→ **Data to examine**:
// curved is the cheap test before the Monte Carlo run: the second-order
// term of the c.m. height at the bar plane, −g·Δt²/2 with Δt the spread
// of t = D/vx (σt² = t²((σD/D)² + (σvx/vx)²)), has a standard deviation
// g·σt²/√2 for a normal Δt; when adding it in quadrature changes the
// first-order ± by less than 2 %, the first order is kept without drawing.
func (st *marginState) curved() bool {
	in, res := st.in, st.res
	t := res.TimeToBarS
	sigVx := math.Hypot(math.Max(in.Sigma.VxMS, 0), in.Assumed.VxMS)
	sigD := math.Max(in.Sigma.DM, in.Assumed.DM)
	sigT2 := t * t * (math.Pow(sigD/in.DM, 2) + math.Pow(sigVx/in.VxMS, 2))
	curv := res.GMS2 * sigT2 / math.Sqrt2
	return math.Hypot(res.SigmaM, curv) > 1.02*res.SigmaM
}

// nonLinear replaces the first-order ± by a Monte Carlo one where they
// differ by more than 5 % (at the bar plane near the peak, where the
// margin curves in the take-off distance and the speed across the bar).
func (st *marginState) nonLinear() {
	if !st.res.AtBarPlane || !st.curved() {
		return
	}
	mc, err := mechanics.MarginMonteCarlo(st.in, marginDraws, 1)
	if err != nil || math.Abs(mc.SigmaM-st.res.SigmaM) <= 0.05*st.res.SigmaM {
		return
	}
	st.mc, st.firstM = &mc, st.res.SigmaM
	st.res.SigmaM, st.res.SigmaTypedM, st.res.SigmaAssumedM = mc.SigmaM, mc.SigmaTypedM, mc.SigmaAssumedM
	st.notes = append(st.notes, fmt.Sprintf("± from %d Monte Carlo draws: near the peak the margin curves in the take-off distance and the speed across the bar, so the first-order ± (%s) falls short; the draws' mean margin is %s",
		marginDraws, units.SmallAbs(st.firstM, st.env.imp), units.Small(mc.MeanM, st.env.imp)))
}

func runMargin(c *call) (Reply, error) {
	const ex = exampleMargin
	m, err := parseMarginArgs(c)
	if err != nil {
		return Reply{}, err
	}
	var (
		att    record.Attempt
		hasAtt bool
	)
	env, err := c.loadCalc(m.forName, func(tx Tx, env *calcEnv) error {
		if env.athlete == nil || m.hasVz || m.hasPeak {
			return nil
		}
		var err error
		att, hasAtt, err = c.calcLatestAttempt(tx, env.athlete.ID)
		return err
	})
	if err != nil {
		return Reply{}, err
	}
	b, err := resolveCalcBody(m.o, env, ex)
	if err != nil {
		return Reply{}, err
	}
	st := &marginState{m: m, env: env, b: b, sex: b.segmentBody().Sex}
	st.notes = append(st.notes, b.notes...)
	st.b.notes = nil
	if err := st.takeoff(att, hasAtt); err != nil {
		return Reply{}, err
	}
	if err := st.posture(); err != nil {
		return Reply{}, err
	}
	if err := st.checkReach(); err != nil {
		return Reply{}, err
	}
	if st.res, err = mechanics.Margin(st.in); err != nil {
		return Reply{}, calcErr(err, ex)
	}
	st.peakSpot()
	st.nonLinear()
	st.flagOutputs()
	full, change, err := st.fullReply()
	if err != nil {
		return Reply{}, err
	}
	return st.shortReply(change).reply(full), nil
}

// takeoff fills h0, vz or peak, and the speed across the bar, with their
// ± (typed or assumed) and the range flags of the typed values.
func (st *marginState) takeoff(att record.Attempt, hasAtt bool) error {
	const ex = exampleMargin
	m, b, env, imp := st.m, st.b, st.env, st.env.imp
	st.in = mechanics.MarginInput{BarM: m.barM, GMS2: env.gMS2, StatureM: b.statureM, Sigma: mechanics.DefaultUncertainty()}
	h0 := m.h0M
	h0R, _ := mechanics.RangeFor(mechanics.QH0Fraction, st.sex, mechanics.Elite)
	if !m.hasH0 {
		h0 = mechanics.TakeoffHeightFraction * b.statureM
		st.in.Assumed.H0M = h0R.Sigma() * b.statureM
		st.assumed = append(st.assumed, "h0")
		st.notes = append(st.notes, fmt.Sprintf("take-off c.m. height assumed %s = %.2f × stature, ± %s from the published %s (%s); add h0 to set it",
			units.Length(h0, imp), mechanics.TakeoffHeightFraction, units.SmallAbs(st.in.Assumed.H0M, imp), formatSpan(h0R), h0R.Source))
	} else if h0 > b.statureM {
		return usageErr(ex, "h0 %s is above the athlete's height %s; h0 is the c.m. height at take-off, about 0.70 × stature", units.Length(h0, imp), units.Length(b.statureM, imp))
	} else {
		st.flag(mechanics.QH0Fraction, h0/b.statureM)
	}
	st.in.H0M = h0
	f, err := reconcilePeakVz(m, h0, att, hasAtt, env)
	if err != nil {
		return err
	}
	if f.note != "" {
		st.notes = append(st.notes, f.note)
	}
	st.in.VzMS, st.in.PeakM = f.vzMS, f.peakM
	vz := st.vzUsed()
	if vz > 0 {
		st.flag(mechanics.QVz, vz)
	}
	if m.hasD {
		st.flag(mechanics.QTakeoffDist, m.dM)
	}
	st.flagTypedDirection()
	if m.hasD || m.hasVx || m.o.has("angle") || m.o.has("across") {
		ai := mechanics.AcrossInput{SpeedMS: m.vxMS, DM: m.dM, VzMS: vz, GMS2: env.gMS2, Sex: st.sex}
		ai.AngleDeg, _ = m.o.num("angle")
		ai.AcrossMS, _ = m.o.num("across")
		if !m.hasD && ai.SpeedMS == 0 && ai.AngleDeg == 0 && ai.AcrossMS == 0 {
			return usageErr("margin 1.80 v 4.3 height 1.78 from 1.0", "a speed across the bar needs the take-off distance too: add from D")
		}
		ac, err := mechanics.ResolveAcross(ai)
		if err != nil {
			return calcErr(err, "margin 1.80 v 4.3 height 1.78 from 1.0 speed 4.0 angle 37")
		}
		st.across = &ac
		st.notes = append(st.notes, marginAcrossNote(ac))
		if ac.Assumed() {
			st.assumed = append(st.assumed, "speed across the bar "+calcSpeed(ac.MS))
		}
	}
	if m.hasD {
		st.in.DM, st.in.VxMS = m.dM, st.across.MS
		st.in.Sigma.VxMS, st.in.Assumed.VxMS = st.across.SigmaTypedMS, st.across.SigmaAssumedMS
		if st.in.Sigma.VxMS == 0 && st.in.Assumed.VxMS == 0 {
			st.in.Sigma.VxMS = mechanics.TypedSpeedSigmaMS
		}
	} else {
		st.notes = append(st.notes, "c.m. judged at its peak, which published flop take-offs put close to the bar plane (Dapena 1980); add from D to judge it where it crosses the bar plane")
	}
	st.flight = marginFlightAngle(vz, st.across, m, st.sex)
	if st.flight.deg > 0 {
		st.flag(mechanics.QFlightAngle, st.flight.deg)
	}
	return nil
}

→ **Exercise objective**: Among the lines of the material, find those that hold the word "units" and copy them.

→ **Answer to this task**:
		marginDraws, units.SmallAbs(st.firstM, st.env.imp), units.Small(mc.MeanM, st.env.imp)))
			units.Length(h0, imp), mechanics.TakeoffHeightFraction, units.SmallAbs(st.in.Assumed.H0M, imp), formatSpan(h0R), h0R.Source))
		return usageErr(ex, "h0 %s is above the athlete's height %s; h0 is the c.m. height at take-off, about 0.70 × stature", units.Length(h0, imp), units.Length(b.statureM, imp))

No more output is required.